▶ _RECORD SET_:

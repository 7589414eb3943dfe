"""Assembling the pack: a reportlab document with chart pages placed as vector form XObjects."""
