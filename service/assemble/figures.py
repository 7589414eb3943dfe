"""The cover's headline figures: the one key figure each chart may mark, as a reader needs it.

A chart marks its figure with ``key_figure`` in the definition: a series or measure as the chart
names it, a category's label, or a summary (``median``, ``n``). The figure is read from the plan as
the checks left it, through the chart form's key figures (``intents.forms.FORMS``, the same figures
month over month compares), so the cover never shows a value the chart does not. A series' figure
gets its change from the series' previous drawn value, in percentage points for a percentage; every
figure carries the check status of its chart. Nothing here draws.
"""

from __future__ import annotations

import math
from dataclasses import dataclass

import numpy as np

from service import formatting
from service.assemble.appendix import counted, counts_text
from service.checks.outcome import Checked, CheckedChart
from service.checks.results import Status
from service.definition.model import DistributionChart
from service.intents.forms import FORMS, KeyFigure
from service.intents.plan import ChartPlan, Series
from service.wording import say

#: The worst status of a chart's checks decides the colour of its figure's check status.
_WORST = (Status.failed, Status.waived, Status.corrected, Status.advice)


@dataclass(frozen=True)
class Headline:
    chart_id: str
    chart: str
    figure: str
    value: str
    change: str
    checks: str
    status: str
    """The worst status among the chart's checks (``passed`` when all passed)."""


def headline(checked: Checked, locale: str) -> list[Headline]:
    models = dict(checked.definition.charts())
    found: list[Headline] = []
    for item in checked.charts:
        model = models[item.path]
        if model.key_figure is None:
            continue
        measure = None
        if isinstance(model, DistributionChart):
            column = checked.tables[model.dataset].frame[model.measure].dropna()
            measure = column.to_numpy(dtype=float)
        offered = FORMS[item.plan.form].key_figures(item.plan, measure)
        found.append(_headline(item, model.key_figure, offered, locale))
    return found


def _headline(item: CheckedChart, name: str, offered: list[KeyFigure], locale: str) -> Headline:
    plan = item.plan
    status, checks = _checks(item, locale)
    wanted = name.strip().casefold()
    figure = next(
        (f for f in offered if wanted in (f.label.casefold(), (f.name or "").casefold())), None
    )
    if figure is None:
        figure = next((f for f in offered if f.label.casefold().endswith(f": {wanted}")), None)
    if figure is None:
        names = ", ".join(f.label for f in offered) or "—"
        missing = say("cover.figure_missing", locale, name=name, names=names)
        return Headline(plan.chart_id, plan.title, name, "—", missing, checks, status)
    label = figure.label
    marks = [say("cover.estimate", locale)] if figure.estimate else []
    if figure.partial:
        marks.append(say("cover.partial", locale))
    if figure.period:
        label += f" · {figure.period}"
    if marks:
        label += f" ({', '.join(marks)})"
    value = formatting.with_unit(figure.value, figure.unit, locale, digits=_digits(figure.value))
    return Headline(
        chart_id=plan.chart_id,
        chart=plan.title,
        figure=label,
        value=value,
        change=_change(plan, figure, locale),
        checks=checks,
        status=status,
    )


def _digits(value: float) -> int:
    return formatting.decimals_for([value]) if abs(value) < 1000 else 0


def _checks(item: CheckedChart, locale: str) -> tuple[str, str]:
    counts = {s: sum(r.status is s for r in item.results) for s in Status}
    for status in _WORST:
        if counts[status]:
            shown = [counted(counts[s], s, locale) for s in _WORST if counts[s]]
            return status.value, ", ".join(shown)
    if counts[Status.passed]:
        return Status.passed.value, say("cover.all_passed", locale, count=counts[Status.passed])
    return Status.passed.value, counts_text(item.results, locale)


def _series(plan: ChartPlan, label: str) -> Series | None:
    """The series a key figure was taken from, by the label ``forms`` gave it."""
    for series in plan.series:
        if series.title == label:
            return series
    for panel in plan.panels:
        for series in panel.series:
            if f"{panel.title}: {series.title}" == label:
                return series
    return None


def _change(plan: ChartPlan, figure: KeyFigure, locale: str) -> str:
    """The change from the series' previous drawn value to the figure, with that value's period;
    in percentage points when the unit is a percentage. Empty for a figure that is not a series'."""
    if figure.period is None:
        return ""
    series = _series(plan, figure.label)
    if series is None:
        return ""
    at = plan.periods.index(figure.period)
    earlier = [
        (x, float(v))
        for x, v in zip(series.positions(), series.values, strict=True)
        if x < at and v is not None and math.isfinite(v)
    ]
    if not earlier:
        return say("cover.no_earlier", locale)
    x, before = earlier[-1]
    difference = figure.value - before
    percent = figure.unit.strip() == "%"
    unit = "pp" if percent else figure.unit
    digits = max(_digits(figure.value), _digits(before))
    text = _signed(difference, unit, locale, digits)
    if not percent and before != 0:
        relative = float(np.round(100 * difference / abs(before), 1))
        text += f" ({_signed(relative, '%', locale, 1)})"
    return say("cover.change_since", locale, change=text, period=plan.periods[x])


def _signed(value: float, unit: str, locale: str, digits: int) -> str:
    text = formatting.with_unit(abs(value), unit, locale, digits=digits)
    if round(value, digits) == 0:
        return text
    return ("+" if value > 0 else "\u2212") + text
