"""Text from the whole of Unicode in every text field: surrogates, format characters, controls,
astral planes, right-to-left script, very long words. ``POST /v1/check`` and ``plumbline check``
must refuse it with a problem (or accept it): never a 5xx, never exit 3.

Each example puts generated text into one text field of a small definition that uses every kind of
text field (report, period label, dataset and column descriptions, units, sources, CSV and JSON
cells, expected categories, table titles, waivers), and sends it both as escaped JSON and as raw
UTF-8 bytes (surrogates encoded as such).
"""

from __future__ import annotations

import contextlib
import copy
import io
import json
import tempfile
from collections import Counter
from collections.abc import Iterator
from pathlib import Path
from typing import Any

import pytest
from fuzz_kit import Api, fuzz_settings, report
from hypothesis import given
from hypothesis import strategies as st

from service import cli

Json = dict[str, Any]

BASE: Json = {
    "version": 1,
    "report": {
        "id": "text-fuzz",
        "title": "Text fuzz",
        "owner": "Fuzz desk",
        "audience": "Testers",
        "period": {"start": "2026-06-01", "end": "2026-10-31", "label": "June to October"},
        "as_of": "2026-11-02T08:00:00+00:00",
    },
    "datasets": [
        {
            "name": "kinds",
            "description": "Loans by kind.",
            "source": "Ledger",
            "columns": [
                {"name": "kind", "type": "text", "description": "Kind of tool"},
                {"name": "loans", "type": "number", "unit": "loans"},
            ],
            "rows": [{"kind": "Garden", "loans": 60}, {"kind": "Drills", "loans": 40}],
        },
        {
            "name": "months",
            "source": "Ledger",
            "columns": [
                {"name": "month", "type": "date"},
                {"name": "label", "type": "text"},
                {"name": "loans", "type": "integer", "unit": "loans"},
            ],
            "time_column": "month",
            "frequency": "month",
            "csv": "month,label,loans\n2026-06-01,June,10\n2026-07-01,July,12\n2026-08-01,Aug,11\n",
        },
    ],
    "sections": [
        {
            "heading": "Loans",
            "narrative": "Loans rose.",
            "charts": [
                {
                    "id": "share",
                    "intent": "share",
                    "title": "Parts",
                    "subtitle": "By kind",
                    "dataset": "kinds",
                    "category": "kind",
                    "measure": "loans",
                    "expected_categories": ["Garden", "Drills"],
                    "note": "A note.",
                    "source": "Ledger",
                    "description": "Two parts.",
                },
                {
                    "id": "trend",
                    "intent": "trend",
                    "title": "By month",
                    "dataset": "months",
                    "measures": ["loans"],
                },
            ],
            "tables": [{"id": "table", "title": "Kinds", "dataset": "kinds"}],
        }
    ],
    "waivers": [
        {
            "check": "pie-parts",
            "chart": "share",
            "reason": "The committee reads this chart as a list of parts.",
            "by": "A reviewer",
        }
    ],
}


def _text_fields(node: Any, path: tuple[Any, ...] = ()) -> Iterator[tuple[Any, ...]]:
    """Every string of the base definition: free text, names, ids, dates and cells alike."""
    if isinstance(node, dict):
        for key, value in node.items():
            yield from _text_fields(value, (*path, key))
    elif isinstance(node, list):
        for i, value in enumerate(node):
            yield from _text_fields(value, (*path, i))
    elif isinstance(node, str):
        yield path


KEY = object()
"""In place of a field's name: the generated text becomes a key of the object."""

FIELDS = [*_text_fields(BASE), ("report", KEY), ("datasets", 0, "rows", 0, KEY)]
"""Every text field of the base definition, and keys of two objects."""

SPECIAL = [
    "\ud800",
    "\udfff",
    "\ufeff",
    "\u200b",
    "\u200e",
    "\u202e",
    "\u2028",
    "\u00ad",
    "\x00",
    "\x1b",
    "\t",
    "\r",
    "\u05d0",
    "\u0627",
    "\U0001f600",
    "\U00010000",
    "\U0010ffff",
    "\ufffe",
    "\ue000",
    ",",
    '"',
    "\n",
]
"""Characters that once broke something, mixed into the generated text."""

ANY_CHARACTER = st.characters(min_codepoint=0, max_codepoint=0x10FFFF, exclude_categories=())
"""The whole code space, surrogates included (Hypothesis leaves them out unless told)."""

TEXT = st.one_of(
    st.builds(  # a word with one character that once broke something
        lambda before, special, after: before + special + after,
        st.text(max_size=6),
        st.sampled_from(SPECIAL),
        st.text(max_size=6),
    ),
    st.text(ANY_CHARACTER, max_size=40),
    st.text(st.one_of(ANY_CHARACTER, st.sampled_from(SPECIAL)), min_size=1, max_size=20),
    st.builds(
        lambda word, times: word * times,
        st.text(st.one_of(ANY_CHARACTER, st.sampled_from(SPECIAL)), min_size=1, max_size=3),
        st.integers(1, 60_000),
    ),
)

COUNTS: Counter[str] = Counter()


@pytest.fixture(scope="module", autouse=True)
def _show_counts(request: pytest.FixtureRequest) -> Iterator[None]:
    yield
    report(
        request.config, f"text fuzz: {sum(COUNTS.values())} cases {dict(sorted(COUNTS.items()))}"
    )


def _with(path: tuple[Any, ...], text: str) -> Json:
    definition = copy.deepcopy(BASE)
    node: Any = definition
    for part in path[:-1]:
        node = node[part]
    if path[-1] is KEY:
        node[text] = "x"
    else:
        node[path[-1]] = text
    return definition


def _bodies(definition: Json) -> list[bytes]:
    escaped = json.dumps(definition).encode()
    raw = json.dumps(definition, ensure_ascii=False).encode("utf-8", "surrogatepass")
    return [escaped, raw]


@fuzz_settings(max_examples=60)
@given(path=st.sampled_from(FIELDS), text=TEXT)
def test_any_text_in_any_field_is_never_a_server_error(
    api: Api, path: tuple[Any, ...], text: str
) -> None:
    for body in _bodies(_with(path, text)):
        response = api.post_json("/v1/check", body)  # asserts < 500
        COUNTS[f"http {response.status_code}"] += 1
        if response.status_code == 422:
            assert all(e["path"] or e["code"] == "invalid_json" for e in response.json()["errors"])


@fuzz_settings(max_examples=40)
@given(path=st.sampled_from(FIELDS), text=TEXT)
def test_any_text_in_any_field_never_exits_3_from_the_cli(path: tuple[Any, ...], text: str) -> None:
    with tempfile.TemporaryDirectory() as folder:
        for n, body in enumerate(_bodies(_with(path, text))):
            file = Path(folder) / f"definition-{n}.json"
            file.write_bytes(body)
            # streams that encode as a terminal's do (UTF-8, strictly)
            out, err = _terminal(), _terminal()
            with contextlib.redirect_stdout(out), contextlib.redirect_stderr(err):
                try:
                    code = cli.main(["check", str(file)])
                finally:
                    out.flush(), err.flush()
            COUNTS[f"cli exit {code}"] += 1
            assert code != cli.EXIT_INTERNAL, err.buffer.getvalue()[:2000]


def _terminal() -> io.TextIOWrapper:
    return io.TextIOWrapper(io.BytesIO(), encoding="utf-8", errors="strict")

---

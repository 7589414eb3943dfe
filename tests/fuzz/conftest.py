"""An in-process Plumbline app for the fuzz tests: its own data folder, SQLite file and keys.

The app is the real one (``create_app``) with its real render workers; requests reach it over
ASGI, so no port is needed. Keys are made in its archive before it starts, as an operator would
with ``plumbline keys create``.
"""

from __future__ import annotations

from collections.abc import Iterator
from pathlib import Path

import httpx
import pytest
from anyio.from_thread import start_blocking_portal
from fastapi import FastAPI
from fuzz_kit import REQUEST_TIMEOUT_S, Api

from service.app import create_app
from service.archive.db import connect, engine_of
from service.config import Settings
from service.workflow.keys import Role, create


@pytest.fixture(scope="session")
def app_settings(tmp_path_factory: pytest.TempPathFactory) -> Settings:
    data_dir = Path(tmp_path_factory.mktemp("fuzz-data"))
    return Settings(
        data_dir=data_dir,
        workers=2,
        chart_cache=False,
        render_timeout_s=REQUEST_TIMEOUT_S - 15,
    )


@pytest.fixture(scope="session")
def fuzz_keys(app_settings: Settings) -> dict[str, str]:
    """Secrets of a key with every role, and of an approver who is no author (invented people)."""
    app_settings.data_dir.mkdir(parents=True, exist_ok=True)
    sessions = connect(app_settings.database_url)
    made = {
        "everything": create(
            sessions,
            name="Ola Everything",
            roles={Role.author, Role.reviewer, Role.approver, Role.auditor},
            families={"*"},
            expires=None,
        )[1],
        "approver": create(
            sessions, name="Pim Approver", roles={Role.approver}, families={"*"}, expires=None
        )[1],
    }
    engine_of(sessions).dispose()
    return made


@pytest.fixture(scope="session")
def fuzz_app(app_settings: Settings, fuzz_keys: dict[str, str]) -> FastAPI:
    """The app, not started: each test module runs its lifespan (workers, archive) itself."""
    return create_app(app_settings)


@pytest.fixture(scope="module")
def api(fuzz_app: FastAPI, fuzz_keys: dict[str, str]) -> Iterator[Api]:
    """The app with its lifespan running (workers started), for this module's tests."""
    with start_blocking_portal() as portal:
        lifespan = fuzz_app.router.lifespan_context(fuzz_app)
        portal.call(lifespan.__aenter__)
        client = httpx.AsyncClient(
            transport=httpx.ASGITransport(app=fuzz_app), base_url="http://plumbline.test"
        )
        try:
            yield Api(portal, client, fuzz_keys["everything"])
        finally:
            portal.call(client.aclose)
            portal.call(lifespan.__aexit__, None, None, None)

▶ _BRIEF_:
Copy whichever lines of the records above contain the word "cover".

▶ _TASK RESULT_:
"""The cover's headline figures: the one key figure each chart may mark, as a reader needs it.
month over month compares), so the cover never shows a value the chart does not. A series' figure
        missing = say("cover.figure_missing", locale, name=name, names=names)
    marks = [say("cover.estimate", locale)] if figure.estimate else []
        marks.append(say("cover.partial", locale))
        return Status.passed.value, say("cover.all_passed", locale, count=counts[Status.passed])
        return say("cover.no_earlier", locale)
    return say("cover.change_since", locale, change=text, period=plan.periods[x])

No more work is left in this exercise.